Show that the instantaneous velocity of a particle at any instant of time is equal to the slope of the tangent drawn to displacement time curve at that instant.

Typically, motion is not with constant velocity nor speed. While driving in a car, for example, we continuously speed up and slow down. A graphical representation of our motion in terms of distance vs. time, therefore, would be more variable or "curvy" rather than a straight line, indicating motion with a constant velocity as shown below. (We limit our discussion to one dimensional motion. It should be straightforward to generalize to three dimensional cases.)

To calculate the speed of an object from a graph representing constant velocity, all that is needed is to find the slope of the line; this would indicate the change in distance over the change in time. However, changing velocity it is not as straightforward.
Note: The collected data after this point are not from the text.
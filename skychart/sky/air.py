"""Dry air: how much a molecule scatters, and how many there are at each altitude.

Scattering: Bodhaine B. A., Wood N. B., Dutton E. G., Slusser J. R. 1999, On Rayleigh Optical Depth Calculations,
J. Atmos. Oceanic Technol. 16, 1854-1861, doi:10.1175/1520-0426(1999)016<1854:ORODC>2.0.CO;2, with the King factors of
Bates D. R. 1984, Planet. Space Sci. 32, 785-790, doi:10.1016/0032-0633(84)90102-8.
Density: U.S. Standard Atmosphere, 1976; above 80 km Anderson G. P. et al. 1986, AFGL-TR-86-0110.
"""

import numpy as np
from numpy.typing import ArrayLike

from skychart.data import load_table
from skychart.errors import InputError
from skychart.library import colour_science
from skychart.sky.wavelengths import checked_wavelength

CO2_PPM = 360.0  # the mixture Bodhaine et al. (1999) tabulate; 420 ppm would add 0.007 % to the cross-section
TOP_KM = 100
STANDARD_PRESSURE_HPA = 1013.25  # at sea level, US Standard Atmosphere 1976
PRESSURE_RANGE_HPA = (300.0, 1100.0)  # from the highest summit to more than has been measured at sea level
WAVELENGTH_RANGE_NM = (250.0, 1100.0)  # well inside the fits of refractive index and King factor


def rayleigh_cross_section(wavelength_nm: ArrayLike) -> np.ndarray:
    """Scattering cross-section [m² per molecule] of dry air with 360 ppm of carbon dioxide.

    `wavelength_nm`: 250 to 1100 [nm], any shape; the result has the same shape. It belongs to the molecule, so it holds
    at every pressure. From the refractive index and the King factor of air as in Bodhaine et al. 1999.
    Raises InputError outside the range.
    """
    wavelength = checked_wavelength(wavelength_nm, *WAVELENGTH_RANGE_NM)
    phenomena = colour_science().phenomena.rayleigh
    cross_section_cm2 = phenomena.scattering_cross_section(
        wavelength * 1e-7,
        CO2_concentration=CO2_PPM,
        # The library would take the refractive index at 300 ppm, whatever the concentration.
        n_s_function=lambda wavelength_um: phenomena.air_refraction_index_Bodhaine1999(wavelength_um, CO2_PPM),
    )
    return np.asarray(cross_section_cm2) * 1e-4


def depolarisation_ratio(wavelength_nm: ArrayLike) -> np.ndarray:
    """Depolarisation ratio ρ of dry air for natural light, rotational Raman lines included; about 0.028.

    `wavelength_nm`: 250 to 1100 [nm], any shape; the result has the same shape. From the King factor F of air
    (Bodhaine et al. 1999, with the nitrogen and oxygen of Bates 1984) by F = (6 + 3ρ) / (6 - 7ρ).
    Raises InputError outside the range.
    """
    wavelength = checked_wavelength(wavelength_nm, *WAVELENGTH_RANGE_NM)
    king_factor = colour_science().phenomena.rayleigh.F_air_Bodhaine1999(wavelength * 1e-3, CO2_concentration=CO2_PPM)
    return np.asarray(6 * (king_factor - 1) / (3 + 7 * king_factor))


def standard_air(pressure_hpa: float = STANDARD_PRESSURE_HPA) -> tuple[np.ndarray, np.ndarray]:
    """Altitude [km], shape (101,), every kilometre from 0 to 100, and number density of air [m⁻³], same shape.

    US Standard Atmosphere 1976 up to 80 km. Above, the AFGL US standard profile times 1.0015, so that it goes on
    without a step; together 0.001 % of the column. Between the rows of either table the logarithm is linear.
    `pressure_hpa`: air pressure at the ground, 300 to 1100 [hPa]; at all altitudes the density is the standard one
    times this over 1013.25 hPa. Raises InputError outside the range.
    """
    lowest, highest = PRESSURE_RANGE_HPA
    if not lowest <= pressure_hpa <= highest:
        raise InputError(f"air pressure is {pressure_hpa} hPa, accepted is {lowest:g} to {highest:g} hPa")
    altitude_km = np.arange(TOP_KM + 1.0)
    lower = load_table("us76_density_profile").columns
    log_lower = np.log(lower["number_density_cm3"])
    upper = load_table("atmosphere_profiles_afgl").columns
    rows = upper["profile"] == "us_standard"
    log_upper = np.log(upper["air_cm3"][rows])
    join_km = lower["z_km"][-1]
    step = log_lower[-1] - np.interp(join_km, upper["z_km"][rows], log_upper)
    log_density = np.where(
        altitude_km <= join_km,
        np.interp(altitude_km, lower["z_km"], log_lower),
        np.interp(altitude_km, upper["z_km"][rows], log_upper) + step,
    )
    return altitude_km, np.exp(log_density) * 1e6 * (pressure_hpa / STANDARD_PRESSURE_HPA)


def column_of_layers(altitude_km: ArrayLike, number_density: ArrayLike) -> np.ndarray:
    """Molecules above a square metre [m⁻²] in each layer, shape (level - 1,).

    `altitude_km` [km] ascends, shape (level,); `number_density` [m⁻³] is positive, same shape. Within a layer the
    logarithm of the density is linear in altitude. Raises InputError otherwise.
    """
    altitude, density = np.asarray(altitude_km, dtype=float), np.asarray(number_density, dtype=float)
    if altitude.ndim != 1 or altitude.shape != density.shape or altitude.size < 2 or not np.all(np.diff(altitude) > 0):
        raise InputError(
            f"altitude has shape {altitude.shape} and number density {density.shape}, accepted are two or more "
            "ascending altitudes and one density each"
        )
    if not np.all((density > 0) & np.isfinite(density)):
        raise InputError(f"smallest number density is {density.min():g} m⁻³, accepted are finite values above 0")
    rate = np.diff(np.log(density))
    # exp(rate) averaged over the layer; where the density hardly changes the quotient would lose its digits.
    level = np.abs(rate) < 1e-6
    mean_growth = np.where(level, 1 + rate / 2, np.expm1(rate) / np.where(level, 1.0, rate))
    return density[:-1] * mean_growth * np.diff(altitude) * 1e3
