"""The solver's grid: levels, sun positions, directions."""

from dataclasses import dataclass
from itertools import pairwise

import numpy as np
from numpy.typing import NDArray

Array = NDArray[np.float64]

# Sun positions of the solution: from this zenith angle [deg], every so many degrees, up to the next.
_SOLAR_ZENITH_STEPS = ((0, 12), (60, 5), (80, 2), (88, 1), (104, 2), (114, 0))


def solar_zenith_nodes_deg() -> Array:
    """Solar zenith angles [deg] the field is kept at, whole degrees, densest through twilight."""
    pieces = [np.arange(a, b, step) for (a, step), (b, _) in pairwise(_SOLAR_ZENITH_STEPS)]
    return np.append(np.concatenate(pieces), _SOLAR_ZENITH_STEPS[-1][0]).astype(float)


@dataclass(frozen=True)
class Grid:
    """How finely the sky is solved.

    ``levels`` from the ground to the top of the air; ``zenith`` directions up and as many down to the ground, half as
    many between; ``azimuth`` directions on half a turn; ``substeps`` parts of each layer for the direct beam.
    """

    levels: int = 32
    zenith: int = 7
    azimuth: int = 5
    substeps: int = 5

    def azimuths(self) -> tuple[Array, Array, float]:
        """Cosines, sines and the weight of each azimuth, the mirrored half turn counted in."""
        phi = (np.arange(self.azimuth) + 0.5) * np.pi / self.azimuth
        return np.cos(phi), np.sin(phi), 2 * np.pi / self.azimuth

    def cosines(self, dip_cosine: float) -> tuple[Array, Array]:
        """Cosines of zenith angle and their weights for a level whose horizon dips by arccos of the ground's limb.

        ``dip_cosine`` >= 0: minus the cosine of the zenith angle of the geometric horizon. Clustered at the horizontal
        and at the horizon by mu = t^2.
        """
        t, w = np.polynomial.legendre.leggauss(self.zenith)
        t, w = 0.5 * (t + 1), 0.5 * w
        up, up_weight = t**2, 2 * t * w
        span = 1 - dip_cosine
        down, down_weight = -(dip_cosine + span * up), span * up_weight
        if dip_cosine == 0:
            return np.concatenate([up, down]), np.concatenate([up_weight, down_weight])
        t, w = np.polynomial.legendre.leggauss(max(2, self.zenith // 2))
        limb, limb_weight = -dip_cosine * 0.5 * (t + 1), dip_cosine * 0.5 * w
        return np.concatenate([up, limb, down]), np.concatenate([up_weight, limb_weight, down_weight])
Since our velocity is constantly changing, we can estimate velocity in different ways. One way is to look at our instantaneous velocity , represented by one point on our curvy line of motion graphed with distance vs. time. In order to determine our velocity at any given moment, we must determine the slope at that point. To do this, we find a line that represents our velocity in that moment, shown graphically in. That line would be the line tangent to the curve at that point. If we extend this line, we can easily calculate the displacement of distance over time and determine our velocity at that given point. The velocity of an object at any given moment is the slope of the tangent line through the relevant point on its x vs. t graph.